* _TASK TO CARRY OUT_
Across the listing below, how many lines have the word "exactly" in them? Provide only the number.
Content starts
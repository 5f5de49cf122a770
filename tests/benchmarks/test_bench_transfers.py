"""Forecast speed with patients passed on: the demo ward's 7-day forecast with the critical
care unit's current patients and admissions to come (app/forecast/transfers.py), against the
same forecast alone (target: 100 ms, as the ward's forecast alone)."""

from __future__ import annotations

from pathlib import Path

from app.forecast.service import forecast_from_state, model_for, senders_of
from app.state import load_state
from app.store import db
from tests.benchmarks.conftest import best_of
from tests.conftest import UTC_ZONE
from tests.web.served import DEMO_NOW, trained_copy


def test_forecast_with_transfers_speed(demo_db: str, tmp_path: Path) -> None:
    url = trained_copy(demo_db, tmp_path, ("KV-CRIT", "KV-SURG"))
    with db.session_scope(url) as session:
        record = model_for(session, "KV-SURG", DEMO_NOW)
        state = load_state(session, "KV-SURG", DEMO_NOW, UTC_ZONE, with_history=False)
        senders = senders_of(session, state, record)
    alone = best_of(5, lambda: forecast_from_state(state, record, days=7, paths=0))
    passed = best_of(5, lambda: forecast_from_state(state, record, days=7, paths=0,
                                                    senders=senders))
    print(f"\nBENCH 7-day forecast, 28-bed unit, alone: {alone * 1000:.1f} ms; with "
          f"{[s.unit for s in senders]} passing patients on: {passed * 1000:.1f} ms "
          f"(target 100 ms) {'ok' if passed <= 0.1 else 'OVER TARGET'}")
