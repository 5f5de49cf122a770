"""Load run for several server workers: 40 signed-in clients for 60 s on loopback, reads and
score writes mixed as in test_bench_load.py, against

- PostgreSQL with `morrow serve --workers 4` (the deployment the README describes), and
- SQLite with one worker (the default), in the same run so the two figures are comparable.

Targets (the issue's): no errors, every accepted score stored exactly once (counted in the
database). Median and p95 latency are printed beside each other, not asserted, as with
every speed target here. The demo hospital (invented) with a model trained for KV-CRIT.
"""

from __future__ import annotations

from collections.abc import Iterator
from pathlib import Path

import pytest

from app.config import get_settings
from tests.benchmarks.test_bench_load import Server, load_server, run_load

pytestmark = pytest.mark.both_databases

CLIENTS = 40
WORKERS = {"sqlite": 1, "postgresql": 4}


@pytest.fixture
def server(database: str, db_url: str, tmp_path: Path,
           monkeypatch: pytest.MonkeyPatch) -> Iterator[Server]:
    monkeypatch.setenv("MORROW_TIMEZONE", "UTC")
    get_settings.cache_clear()
    with load_server(db_url, tmp_path, CLIENTS, WORKERS[database]) as running:
        yield running
    get_settings.cache_clear()


def test_load_forty_clients_sixty_seconds(server: Server, database: str) -> None:
    print(f"\nBENCH database: {database}", end="")
    run_load(server, CLIENTS, sign_in_timeout_s=600)
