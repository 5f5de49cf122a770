"""Capacity planning speed: a 2-year simulation with 20 replications (target 30 s), and the
beds-needed search and a scenario comparison on the same unit (printed, same target)."""

from __future__ import annotations

from app.stats.phasetype import Coxian
from app.stats.planning import (
    DemandStream,
    ElectiveList,
    PatientGroup,
    PlanningInput,
    beds_needed,
    scale_stay,
    simulate,
)
from app.stats.planning_scenarios import MoveGroupShare, ScaleArrivals, ScaleStay, Scenario, compare
from tests.benchmarks.conftest import timed

# Like the demo critical care: 16 beds, about 2.5 emergencies a day (overdispersed, weekday
# pattern, evening peak), about 1 booked operation each weekday (10% cancelled), stays from a
# 3-phase Coxian with mean 4.5 days (and a shorter 2-phase group).
MEDICAL = scale_stay(Coxian(lam=(0.9, 0.2), mu=(0.6, 0.3, 0.08)), 4.5 / (14.6 / 3.0))
UNIT = PlanningInput(
    groups=(PatientGroup("medical", MEDICAL), PatientGroup("surgical", Coxian.erlang(2, 1.0))),
    streams=(
        DemandStream("emergency", "emergency", (2.8, 2.6, 2.5, 2.5, 2.6, 2.3, 2.2),
                      {"medical": 0.8, "surgical": 0.2}, dispersion=8.0,
                      hour_profile=(1.0,) * 8 + (2.0,) * 4 + (3.0,) * 8 + (2.0,) * 4),
        ElectiveList("theatre", (1.2, 1.0, 1.0, 1.0, 0.8, 0.0, 0.0),
                     {"surgical": 0.7, "medical": 0.3}, cancellation=0.1,
                     hour_profile=(0.0,) * 13 + (1.0,) * 6 + (0.0,) * 5),
    ),
    beds=16,
    days=730,
    replications=20,
)


def test_two_year_simulation_with_20_replications() -> None:
    out: dict[str, float] = {}
    with timed("planning: 2-year simulation, 20 replications, 16 beds", 30, out):
        result = simulate(UNIT)
    blocked = result.estimate("share_turned_away")
    occupancy = result.estimate("occupancy_rate")
    print(f"BENCH   offered load {UNIT.offered_load():.2f} Erlangs, warm-up "
          f"{UNIT.resolved_warmup_days()} days, occupancy {occupancy.mean:.3f}, turned away "
          f"{blocked.mean:.4f} [{blocked.ci_low:.4f}, {blocked.ci_high:.4f}]")
    assert 0 < blocked.mean < 1


def test_beds_needed_and_scenarios() -> None:
    out: dict[str, float] = {}
    with timed("planning: beds needed for 5% turned away (2 years, 20 replications)", 30, out):
        answer = beds_needed(UNIT, 0.05)
    print(f"BENCH   beds {answer.beds} (confident {answer.beds_confident}), Erlang "
          f"{answer.erlang_beds}; bed counts simulated {list(answer.curve.beds)}")
    scenarios = [Scenario("more emergencies", (ScaleArrivals(1.1, admission_type="emergency"),)),
                 Scenario("step-down", (ScaleStay("medical", 0.85),)),
                 Scenario("earlier treatment", (MoveGroupShare("medical", "surgical", 0.2),))]
    with timed("planning: current state and 3 scenarios (2 years, 20 replications)", 30, out):
        frame = compare(UNIT, scenarios)
    assert answer.beds >= 1
    assert len(frame["scenario"].unique()) == 4


def test_demo_unit_from_its_trained_model(demo_db: str, tmp_path) -> None:
    """The demo's surgical ward (invented), its planning input built from a trained model:
    the plain 2-year x 20 simulation and the whole `morrow plan` report with two scenarios."""
    from app.forecast.planning_inputs import unit_planning_input
    from app.forecast.planning_report import (
        PlanSettings,
        arrivals_scenario,
        run_plan,
        stay_scenario,
    )
    from app.store import db
    from tests.conftest import UTC_ZONE
    from tests.web.served import DEMO_NOW, trained_copy

    url = trained_copy(demo_db, tmp_path, ("KV-SURG",))
    with db.session_scope(url) as session:
        demand = unit_planning_input(session, "KV-SURG", DEMO_NOW, UTC_ZONE)
    out: dict[str, float] = {}
    with timed("planning: demo KV-SURG from its model, 2 years x 20 replications", 30, out):
        result = simulate(demand.baseline)
    scenarios = [arrivals_scenario(demand, "emergency", 1.1), stay_scenario(demand, "longest", 0.8)]
    with timed("planning: demo KV-SURG report (curve, beds needed, 2 scenarios), 2 years x 20",
               30, out):
        report = run_plan(demand, PlanSettings(), scenarios)
    needed = report["beds_needed"]
    print(f"BENCH   KV-SURG offered load {report['demand']['offered_load']:.2f} Erlangs, "
          f"staffed {report['staffed_beds']}, beds needed for 5%: simulation "
          f"{needed['simulation']} (confident {needed['simulation_confident']}), Erlang "
          f"{needed['erlang']}; bed counts on the curve {len(report['curve'])}")
    assert 0 < result.estimate("share_turned_away").mean < 1
    assert needed["simulation"] >= 1
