"""Every page's latency on loopback with 10 signed-in clients (bed managers) for a bounded
30 s: each client walks the list of pages (tests/web/site_pages.py) from its own starting
point, over the demo hospital with both units trained and a stored backtest each. Each page
is visited once before the clock starts, so the first forecast, the planning simulation and
the model page are computed (and kept) before timing: the target is the page a person opens
once someone has, at a huddle. Target (the pages issue): every page's p95 under 300 ms,
reported beside each figure (as with every speed target here, reported and not asserted;
the assertion is that every page answered)."""

from __future__ import annotations

import re
import threading
import time
from datetime import UTC, datetime
from pathlib import Path

import httpx2

from app.demo.backtest import store_demo_backtest
from tests.conftest import UTC_ZONE
from tests.web.served import PASSWORD, start, stop, trained_copy
from tests.web.site_pages import UNITS, site_pages

CLIENTS = 10
SECONDS = 30.0
P95_TARGET_S = 0.3
DEMO_NOW = datetime(2026, 11, 30, 8, 0, tzinfo=UTC)


def _client(base: str) -> httpx2.Client:
    client = httpx2.Client(base_url=base, timeout=120.0)
    form = client.get("/signin").text
    token = re.search(r'name="csrf_token" value="([^"]+)"', form)
    assert token is not None
    client.post("/signin", data={"username": "manager", "password": PASSWORD,
                                 "csrf_token": token.group(1)})
    return client


def test_every_page_with_10_clients(demo_db: str, tmp_path: Path) -> None:
    url = trained_copy(demo_db, tmp_path, UNITS)
    for unit in UNITS:
        store_demo_backtest(url, unit, DEMO_NOW, UTC_ZONE)
    served = start(url)
    paths = [p.path for p in site_pages()]
    try:
        clients = [_client(served.base) for _ in range(CLIENTS)]
        warm: dict[str, float] = {}
        status: dict[str, int] = {}  # each page must answer as it did the first time
        for path in paths:
            began = time.perf_counter()
            status[path] = clients[0].get(path).status_code
            warm[path] = time.perf_counter() - began
        times: dict[str, list[float]] = {p: [] for p in paths}
        errors: list[str] = []
        lock = threading.Lock()
        deadline = time.monotonic() + SECONDS

        def work(client: httpx2.Client, offset: int) -> None:
            i = offset
            while time.monotonic() < deadline:
                path = paths[i % len(paths)]
                began = time.perf_counter()
                response = client.get(path)
                elapsed = time.perf_counter() - began
                with lock:
                    times[path].append(elapsed)
                    if response.status_code != status[path]:
                        errors.append(f"{path} {response.status_code}")
                i += 1

        threads = [threading.Thread(target=work, args=(c, 3 * i)) for i, c in enumerate(clients)]
        for t in threads:
            t.start()
        for t in threads:
            t.join()
        for c in clients:
            c.close()
    finally:
        stop(served)
    over = []
    for path, values in times.items():
        values = sorted(values)
        if not values:
            continue
        p95 = values[int(0.95 * (len(values) - 1))]
        ok = p95 <= P95_TARGET_S
        if not ok:
            over.append(path)
        print(f"\nBENCH {path}: first view {warm[path] * 1000:.0f} ms; {len(values)} requests, "
              f"median {values[len(values) // 2] * 1000:.0f} ms, p95 {p95 * 1000:.0f} ms "
              f"(target p95 300 ms) {'ok' if ok else 'OVER TARGET'}")
    print(f"\nBENCH pages over the target: {over or 'none'}")
    assert not errors, errors[:5]
    # Pages answer themselves, apart from the unknown unit (404) and admin-only pages (403).
    assert all(code in (200, 403, 404) for code in status.values()), status
    assert status[f"/units/{UNITS[0]}"] == 200 and status[f"/units/{UNITS[1]}/model"] == 200
    assert all(times[p] for p in paths), [p for p in paths if not times[p]]
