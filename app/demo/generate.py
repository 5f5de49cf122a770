"""Generate the demo hospital's CSVs (an invented scenario, no real patient data).

Kestrel Vale General Hospital is fictional. It has two units:

``KV-CRIT``, a critical care unit
    14 staffed beds until 2025-05-11, 16 from 2025-05-12 (two rows in
    ``units.csv`` with ``valid_from``); daily census at ``00:00``; daily severity
    score ``sofa`` (0..24). Mostly emergency admissions (about 2.35 a day before
    capping) plus booked post-operative admissions after afternoon theatre
    (cardiac surgery, vascular, major general surgery, neurosurgery).
``KV-SURG``, a surgical ward
    28 staffed beds (one row, no ``valid_from``); daily census at ``23:00`` so the
    census is not at midnight; daily score ``news2`` (0..20) and a
    ``fit_for_discharge`` flag. Mostly booked elective admissions in the morning
    (orthopaedics, general surgery, vascular) plus surgical emergencies.

The history runs from ``START`` (2024-10-01) to the anchor instant ``END``
(2026-11-30 08:00, a Monday morning). Stays still in a unit at ``END`` have a blank
``discharged_at`` and ``outcome``; that is the current census. The simulation
starts ``WARM_UP`` days before ``START`` so the units are not empty on the first
day; stays discharged before ``START`` are left out (a left-truncated extract,
as a real one would be).

Mechanisms
----------
Emergency arrivals
    Per unit and day, a Poisson count whose rate is the unit's base rate times a
    weekday factor (highest on Monday and Tuesday, lowest at weekends), times a
    winter factor (up to +15 % in late January, none in late July), times a gamma
    variable with mean 1 (shape 12), so daily counts are mildly overdispersed.
    Arrival clock times follow an hourly profile with most arrivals in the
    afternoon and evening.
Bed pressure
    A unit admits while it holds fewer than staffed beds + 1 patients (one
    escalation bed, labelled ``CX1`` / ``WX1``). An emergency arriving to a full
    unit is placed elsewhere and leaves no trace in the files. For a booked
    patient arriving to a full unit, the patient due to leave soonest that day
    is moved out early (5-45 minutes before the arrival); when nobody is due to
    leave that day the booking is cancelled that morning. Capping flattens the
    admitted counts: the weekday and winter patterns of arrivals show less in
    admissions than in the arrival rates.
Bookings
    Operating lists run Monday to Friday, closed 24 December to 1 January. Each
    booking is made 1 to 28 days ahead during office hours, with a specialty,
    procedure, age, sex and source. About 10 % are cancelled at random, a third
    of those on the planned day itself; bed-pressure cancellations come on top.
    A booking that goes ahead becomes an elective stay with its ``booking_id``,
    admitted on the planned date (critical care 13:00-18:00 after theatre, the
    ward 07:00-10:30 before theatre). Bookings for the ``BOOKING_HORIZON_DAYS``
    after ``END`` are included when already made by ``END``, and cancellations
    already known by ``END`` are shown.
Length of stay
    Each stay is simulated hour by hour from admission with two competing
    hazards. The discharge hazard is a unit baseline times the case-mix factor of
    the specialty (and procedure), a lower factor for emergencies, a factor
    falling with age, ``exp(-b * score)`` for the current severity score, a
    clock-time profile (discharges mostly 10:00-19:00), one half at weekends, and
    a ramp over the first hours after admission. A small share of patients has
    a much lower discharge hazard, which gives a long right tail. The death
    hazard rises steeply with the score and age and does not depend on the clock.
Severity scores
    One score at admission (30-120 minutes after arrival) and one every morning
    between 06:00 and 08:00. Between mornings the score is a rounded random walk
    pulled towards recovery at a patient-specific rate (a few patients drift
    upwards instead). The hazards use the true score. About 1.5 % of score rows
    were first entered wrongly and are corrected later by a second row with the
    same ``stay_id``, ``observed_at`` and ``name``, a later ``recorded_at`` and the
    true value (the contract's append-only correction). Entry usually follows the
    observation within 40 minutes, sometimes hours later.
Fit for discharge (ward)
    Most ward patients who go home are flagged ``fit_for_discharge = 1`` during a
    daytime round shortly (hours to a day) before leaving, some several days
    before (delayed discharges); on some earlier mornings a ``0`` is recorded.
Census snapshots
    One row per occupied bed at each of the last ``CENSUS_DAYS`` census instants
    before ``END`` and at ``END`` itself. A stay keeps its bed. Snapshot rows carry
    exactly the stay's ``admitted_at`` and covariates from ``stays.csv``.
Outcomes and covariates
    Critical care discharges go mostly to a ward, some patients die; the ward
    sends most patients home. Sex ``f``/``m`` with a rare ``x``; age 18-95.

Time
----
All timestamps are naive local wall-clock times written as
``YYYY-MM-DDTHH:MM:SS`` in whole minutes; the contract reads them in
``MORROW_TIMEZONE``. No timestamp falls in 01:00-03:00 on a day when clocks spring
forward under the European, North American, Australian (NSW) or New Zealand rules,
so the files hold no non-existent local time in those zones.

Determinism
-----------
Everything is drawn from one ``numpy.random.default_rng(seed)`` in a fixed order,
so the same seed, ``start`` and ``end`` give byte-identical files. Regenerate the
committed files with ``make demo-data``, i.e.
``python -m app.demo.generate --out demo_data``.
"""

from __future__ import annotations

import argparse
import csv
import heapq
import math
import time as clock
from dataclasses import dataclass, field
from datetime import date, datetime, time, timedelta
from pathlib import Path

import numpy as np

SEED = 20261130
START = datetime(2024, 10, 1)
END = datetime(2026, 11, 30, 8, 0)
HOSPITAL = "Kestrel Vale General Hospital"
WARM_UP = timedelta(days=90)
CENSUS_DAYS = 56
BOOKING_HORIZON_DAYS = 21
MAX_LEAD_DAYS = 28

STAY_COLUMNS = [
    "stay_id", "unit", "admitted_at", "discharged_at", "admission_type", "outcome",
    "age", "sex", "specialty", "source", "booking_id",
]
CENSUS_COLUMNS = [
    "taken_at", "unit", "bed", "stay_id", "admitted_at", "admission_type",
    "age", "sex", "specialty", "source", "booking_id",
]
OBSERVATION_COLUMNS = ["stay_id", "observed_at", "name", "value", "recorded_at"]
BOOKING_COLUMNS = [
    "booking_id", "unit", "booked_at", "planned_date", "age", "sex", "specialty",
    "source", "procedure", "cancelled_at",
]
UNIT_COLUMNS = ["unit", "beds", "valid_from", "census_time"]

# Mon..Sun. Emergency admissions peak early in the week and dip at weekends.
_WEEKDAY_FACTOR = np.array([1.22, 1.12, 1.04, 1.02, 1.00, 0.82, 0.78])
_WEEKDAY_FACTOR = _WEEKDAY_FACTOR / _WEEKDAY_FACTOR.mean()
# Hour of day 0..23: emergencies arrive mostly in the afternoon and evening.
_ARRIVAL_CLOCK = np.array([
    0.60, 0.50, 0.45, 0.40, 0.35, 0.35, 0.40, 0.50, 0.70, 0.90, 1.00, 1.10,
    1.20, 1.30, 1.40, 1.50, 1.50, 1.50, 1.45, 1.40, 1.30, 1.10, 0.90, 0.75,
])
_ARRIVAL_CLOCK = _ARRIVAL_CLOCK / _ARRIVAL_CLOCK.sum()
# Hour of day 0..23: relative discharge hazard; discharges happen mostly 10:00-19:00.
_DISCHARGE_CLOCK = np.array([
    0.03, 0.03, 0.03, 0.03, 0.03, 0.03, 0.04, 0.08, 0.20, 0.45, 1.00, 1.10,
    1.15, 1.15, 1.15, 1.10, 1.05, 1.00, 0.90, 0.45, 0.20, 0.10, 0.05, 0.03,
])
_WEEKEND_DISCHARGE = 0.5
_ARRIVAL_GAMMA_SHAPE = 12.0
_WINTER_RISE = 0.15
_RANDOM_CANCEL = 0.10
_CORRECTION_SHARE = 0.015
_MAX_STAY_HOURS = 24 * 365
_CHUNK_DAYS = 7
_CHUNK_HOURS = 24 * _CHUNK_DAYS


@dataclass(frozen=True)
class Specialty:
    """One case-mix group of a unit's emergency or elective admissions."""

    name: str
    share: float
    sources: tuple[tuple[str, float], ...]
    age_mean: float
    age_sd: float
    score_mean: float
    hazard: float
    procedures: tuple[tuple[str, float, float], ...] = ()  # (procedure, share, hazard factor)


@dataclass(frozen=True)
class UnitSpec:
    """Everything that makes one invented unit behave the way it does."""

    code: str
    bed_prefix: str
    beds: tuple[tuple[date | None, int], ...]
    census_time: time
    score: str
    score_max: int
    emergency_per_day: float
    emergency_mix: tuple[Specialty, ...]
    bookings_per_list_day: float
    elective_mix: tuple[Specialty, ...]
    elective_window: tuple[time, time]
    female_share: float
    discharge_rate: float  # per hour, before all factors
    emergency_factor: float
    score_effect: float
    score_ref: float
    death_rate: float  # per hour at the reference score and age 60
    death_effect: float
    death_ref: float
    ramp_hours: float
    score_noise: float
    long_stay_share: float
    long_stay_factor: float
    alive_outcomes: tuple[tuple[str, float], ...]
    fit_flag: bool

    def beds_at(self, t: datetime) -> int:
        """Staffed beds at ``t``: a count applies from its day's census instant on."""
        count = self.beds[0][1]
        for valid_from, beds in self.beds:
            if valid_from is None or datetime.combine(valid_from, self.census_time) <= t:
                count = beds
        return count
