"""HL7 v2 ADT throughput on SQLite: target at least 500 messages a second (issue 15), each
committed before its ACK; over MLLP from 4 senders at once, and straight through
``receive_hl7`` as ``morrow import hl7`` does.

Besides wall time each prints the process's CPU time (``time.process_time``, all its
threads: over MLLP that includes the senders), which a shared machine disturbs less, and
the file path prints the SQL statements per message."""

from __future__ import annotations

import threading
import time

from sqlalchemy import event

from app.feeds.listener import Listener
from app.store import db
from tests.benchmarks.conftest import timed
from tests.feeds.hl7_setup import MAPPING, PSEUDONYMISER, add_units, send
from tests.feeds.mllp_client import Sender, ack_code, running
from tests.feeds.test_hl7_listener import stream

TARGET_PER_S = 500
SENDERS, VISITS = 4, 250  # 2,000 ADT messages (A01 + A03 per visit)


def test_adt_messages_per_second_over_mllp(db_url: str) -> None:
    add_units(db_url)
    streams = [stream(s, VISITS) for s in range(SENDERS)]
    total = sum(len(s) for s in streams)
    out: dict[str, float] = {}
    codes: list[str] = []
    listener = Listener(db_url, MAPPING, PSEUDONYMISER, port=0)
    with running(listener) as port:
        def send_all(index: int) -> None:
            sender = Sender(port)
            for message in streams[index]:
                codes.append(ack_code(sender.send(message))[0])
            sender.close()

        threads = [threading.Thread(target=send_all, args=(i,)) for i in range(SENDERS)]
        cpu = time.process_time()
        with timed(f"{total} ADT messages over MLLP, 4 senders", total / TARGET_PER_S, out):
            for thread in threads:
                thread.start()
            for thread in threads:
                thread.join()
        cpu = time.process_time() - cpu
    seconds = next(iter(out.values()))
    print(f"BENCH   {total / seconds:.0f} ADT messages/s over MLLP (target {TARGET_PER_S}); "
          f"CPU {cpu:.2f} s with the senders: {total / cpu:.0f} messages per CPU second")
    assert codes.count("AA") == total


def test_adt_messages_per_second_from_a_file(db_url: str) -> None:
    add_units(db_url)
    messages = [m for s in range(SENDERS) for m in stream(s, VISITS)]
    out: dict[str, float] = {}
    statements = [0]

    def counted(*_args: object) -> None:
        statements[0] += 1

    engine = db.get_engine(db_url)
    event.listen(engine, "before_cursor_execute", counted)
    cpu = time.process_time()
    try:
        with timed(f"{len(messages)} ADT messages through receive_hl7",
                   len(messages) / TARGET_PER_S, out):
            statuses = [send(db_url, m).status for m in messages]
    finally:
        cpu = time.process_time() - cpu
        event.remove(engine, "before_cursor_execute", counted)
    seconds = next(iter(out.values()))
    print(f"BENCH   {len(messages) / seconds:.0f} ADT messages/s one by one "
          f"(target {TARGET_PER_S}); CPU {cpu:.2f} s: {len(messages) / cpu:.0f} messages per "
          f"CPU second; {statements[0] / len(messages):.1f} SQL statements per message")
    assert statuses.count("applied") == len(messages)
Content ends
* _RESULT_
2